(ABOUT THIS TASK):
Reproduce the records below exactly as they appear.

(DATA EXTRACT):
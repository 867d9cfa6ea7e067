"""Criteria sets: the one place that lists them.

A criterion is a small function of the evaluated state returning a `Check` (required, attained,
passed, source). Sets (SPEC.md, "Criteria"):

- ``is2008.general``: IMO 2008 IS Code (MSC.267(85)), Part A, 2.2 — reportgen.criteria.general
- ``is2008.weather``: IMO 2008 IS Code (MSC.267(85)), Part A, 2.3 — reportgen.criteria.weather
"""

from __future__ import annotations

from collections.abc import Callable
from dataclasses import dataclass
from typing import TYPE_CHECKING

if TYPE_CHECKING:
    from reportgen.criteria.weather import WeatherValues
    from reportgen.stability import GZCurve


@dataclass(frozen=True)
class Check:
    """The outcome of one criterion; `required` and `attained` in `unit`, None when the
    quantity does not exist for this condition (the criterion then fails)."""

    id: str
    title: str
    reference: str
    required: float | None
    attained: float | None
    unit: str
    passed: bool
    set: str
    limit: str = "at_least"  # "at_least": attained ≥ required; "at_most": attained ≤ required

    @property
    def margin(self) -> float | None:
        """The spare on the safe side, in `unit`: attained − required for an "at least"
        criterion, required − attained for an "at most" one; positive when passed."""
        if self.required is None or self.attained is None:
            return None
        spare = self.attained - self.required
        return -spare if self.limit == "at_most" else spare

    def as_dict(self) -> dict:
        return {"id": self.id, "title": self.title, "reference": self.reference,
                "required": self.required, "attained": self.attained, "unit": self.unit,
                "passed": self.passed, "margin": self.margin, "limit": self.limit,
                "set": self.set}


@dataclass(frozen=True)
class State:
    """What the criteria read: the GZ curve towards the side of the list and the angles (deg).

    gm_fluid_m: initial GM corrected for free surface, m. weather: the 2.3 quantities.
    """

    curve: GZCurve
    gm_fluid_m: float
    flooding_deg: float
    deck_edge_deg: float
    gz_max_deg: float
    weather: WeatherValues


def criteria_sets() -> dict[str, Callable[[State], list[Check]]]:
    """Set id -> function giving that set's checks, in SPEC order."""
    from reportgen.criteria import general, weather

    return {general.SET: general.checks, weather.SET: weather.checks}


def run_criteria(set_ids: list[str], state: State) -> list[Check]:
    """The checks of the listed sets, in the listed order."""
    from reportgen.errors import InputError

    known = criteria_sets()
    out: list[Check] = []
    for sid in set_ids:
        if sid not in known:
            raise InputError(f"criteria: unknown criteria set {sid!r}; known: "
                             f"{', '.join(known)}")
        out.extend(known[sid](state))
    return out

(SOLUTION TO THIS TASK):
repository 867d9cfa6ea7e067
"""Criteria sets: the one place that lists them.

A criterion is a small function of the evaluated state returning a `Check` (required, attained,
passed, source). Sets (SPEC.md, "Criteria"):

- ``is2008.general``: IMO 2008 IS Code (MSC.267(85)), Part A, 2.2 — reportgen.criteria.general
- ``is2008.weather``: IMO 2008 IS Code (MSC.267(85)), Part A, 2.3 — reportgen.criteria.weather
"""

from __future__ import annotations

from collections.abc import Callable
from dataclasses import dataclass
from typing import TYPE_CHECKING

if TYPE_CHECKING:
    from reportgen.criteria.weather import WeatherValues
    from reportgen.stability import GZCurve


@dataclass(frozen=True)
class Check:
    """The outcome of one criterion; `required` and `attained` in `unit`, None when the
    quantity does not exist for this condition (the criterion then fails)."""

    id: str
    title: str
    reference: str
    required: float | None
    attained: float | None
    unit: str
    passed: bool
    set: str
    limit: str = "at_least"  # "at_least": attained ≥ required; "at_most": attained ≤ required

    @property
    def margin(self) -> float | None:
        """The spare on the safe side, in `unit`: attained − required for an "at least"
        criterion, required − attained for an "at most" one; positive when passed."""
        if self.required is None or self.attained is None:
            return None
        spare = self.attained - self.required
        return -spare if self.limit == "at_most" else spare

    def as_dict(self) -> dict:
        return {"id": self.id, "title": self.title, "reference": self.reference,
                "required": self.required, "attained": self.attained, "unit": self.unit,
                "passed": self.passed, "margin": self.margin, "limit": self.limit,
                "set": self.set}


@dataclass(frozen=True)
class State:
    """What the criteria read: the GZ curve towards the side of the list and the angles (deg).

    gm_fluid_m: initial GM corrected for free surface, m. weather: the 2.3 quantities.
    """

    curve: GZCurve
    gm_fluid_m: float
    flooding_deg: float
    deck_edge_deg: float
    gz_max_deg: float
    weather: WeatherValues


def criteria_sets() -> dict[str, Callable[[State], list[Check]]]:
    """Set id -> function giving that set's checks, in SPEC order."""
    from reportgen.criteria import general, weather

    return {general.SET: general.checks, weather.SET: weather.checks}


def run_criteria(set_ids: list[str], state: State) -> list[Check]:
    """The checks of the listed sets, in the listed order."""
    from reportgen.errors import InputError

    known = criteria_sets()
    out: list[Check] = []
    for sid in set_ids:
        if sid not in known:
            raise InputError(f"criteria: unknown criteria set {sid!r}; known: "
                             f"{', '.join(known)}")
        out.extend(known[sid](state))
    return out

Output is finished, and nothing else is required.